SOC in the Cloud

I’ve been interviewing quite a few vendors recently about their advanced platform support for cyber ops. My expectation had been that these SOC discussions would be old hat for me, since I’d been employed for decades in this area. I was supposed to be the guy you asked about SOC operations – not the one who had to learn from others. Or so I thought.

And so, amidst the background hum of some noisy Linux servers in the Stevens Tech Data Center, I hopped onto a call last week with Shelli Strand from ProtectWise, a company that includes Scott Chasin of BugTraq fame as a founder. Shelli took me through the ProtectWise Grid, which I quickly recognized as a sensible means for scaling a SOC to support hybrid cloud environments.

Architecturally, the platform is designed to support public cloud infrastructure.
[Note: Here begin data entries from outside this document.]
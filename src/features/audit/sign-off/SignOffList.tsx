import type { PublicReview } from '../../trial/review.schema.ts';
import type { AuditWording } from '../audit-wording.ts';
import { auditAddress } from '../frame/audit-parts.ts';

interface Props extends AuditWording {
  readonly trialId: string;
  readonly reviews: readonly PublicReview[];
  readonly current: PublicReview['subject'] | null;
}

/** Plan, verdict and adoption with how each stands. */
export function SignOffList({ trialId, reviews, current, t, formats }: Props) {
  if (reviews.length === 0) return <p>{t('audit-review:none')}</p>;
  return (
    <ul className="audit-lines">
      {reviews.map(({ id, subject, state, holds, round, askedBy, askedAt, decidedBy, decidedAt }) => {
        const lapsed = state === 'approved' && !holds;
        const who = decidedBy ?? askedBy;
        const standing = t(`audit-review:state.${lapsed ? 'reopened' : state}`);
        return (
          <li key={id}>
            <a
              href={`${auditAddress(trialId, 'sign-off')}?subject=${subject}`}
              aria-current={subject === current ? 'true' : undefined}
            >
              {t(`audit-review:subject.${subject}`)}
            </a>
            {`: ${standing} \u00b7 ${t('audit-review:round', { round })} \u00b7 ${who} \u00b7 ${formats.dateTime(decidedAt ?? askedAt)}`}
          </li>
        );
      })}
    </ul>
  );
}
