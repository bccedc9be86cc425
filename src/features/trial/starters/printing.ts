import type { Starter, StarterWords } from './starter.ts';

/** Color that is off: printing on film, paper and board. */
export function printing(t: StarterWords): Starter {
  return {
    title: t('printing.title'),
    result: {
      name: t('printing.result'),
      unit: 'dE',
      wish: 'less',
      kind: 'measured',
      usual: 3.2,
      lowest: 2.6,
      highest: 3.8,
      worth: 0.5,
      atMost: 3,
    },
    measuring: { who: 'operator', when: 'atOnce', partsPerRun: '3' },
    settings: [
      {
        id: 'speed',
        name: t('printing.speed'),
        unit: 'm/min',
        low: 80,
        high: 120,
        usual: 100,
        discardParts: 20,
        harderEnd: 'high',
      },
      {
        id: 'ink',
        name: t('printing.ink'),
        unit: 's',
        low: 18,
        high: 22,
        usual: 20,
        settleMinutes: 5,
        discardParts: 20,
      },
      {
        id: 'pressure',
        name: t('printing.pressure'),
        unit: 'bar',
        low: 3,
        high: 4,
        usual: 3.5,
        discardParts: 20,
      },
      {
        id: 'dryer',
        name: t('printing.dryer'),
        unit: 'C',
        low: 60,
        high: 80,
        usual: 70,
        settleMinutes: 10,
        discardParts: 20,
        harderEnd: 'high',
      },
    ],
    hazards: ['movingParts', 'chemicals', 'dustOrFumes'],
    stop: ['smoke', 'jam', 'leak', 'someoneHurt'],
    watch: { name: t('printing.watch'), wish: 'less', kind: 'rejects', lotSize: 50, usual: 5, atMost: 6 },
  };
}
Shelli and I talked about the on-going concerns some organizations have regarding security and resiliency of public cloud. She was upbeat about the prospects: “All those cloud allergies we saw in our industry for so long,” she explained, “are now being superseded by the advantages of a cloud delivery model.”

SOC support for public cloud, I've come to learn, requires ingest of network data at scale via software sensors, so that security teams can have a unified view of metadata and content. Such sensors must work for the hypervisors you would care about including Xen, KVM, and VMWare. They must also directly integrate with IaaS cloud services from Amazon, Microsoft, and Google.

The resulting SOC in the cloud has great advantages: It involves much less hardware breakage; it enables geographically disperse expert staff; and it simplifies out-of-hours incident response because everything is accessible always. That is, since your data is available virtually, analysts can untether from the confines of physical SOC operations. To an old SOC-hand like me, this is profound.

I know that many security folk will continue to cringe at this concept – namely, of hybrid virtual operations supporting sensitive threat analysis in the cloud. They will tell you that they prefer their SOC – not to mention their critical applications – hosted inside the firewall-protected perimeter. Some will even joke that this is how God intended for SOC operations and enterprise applications to be hosted.

The problem is that the perimeter approach is not working. Enterprise security continues to reside in the Dark Ages, with most organizations unable to protect their data from inside the firewall. Even the comprehensive perimeters protecting the US Intelligence Community have been breached by just residing inside. #Snowden. This suggests, like any good football coach will tell you, that if you are losing the game, then perhaps you should try something new.

My belief is that you should be distributing your application workloads to virtualized hybrid cloud environments immediately. This will result, if done correctly, in a greatly reduced legacy perimeter that is only obliged to protect remaining assets too stubborn (or too frivolous) to support a move. And yes, I do understand the controversial nature of that claim to your auditor or regulator.

The resultant distributed workloads should then employ micro-segmentation, CASBs, and related cloud security controls to manage the distributed security policy enforcement. You can then totally reinvent your SOC operations, shifting more in the direction of virtual cloud-based processing. I suspect Shelli and the ProtectWise team would be happy to help you in this regard.

At minimum, if you follow this approach, it will make those 2AM incident response calls a bit easier to handle.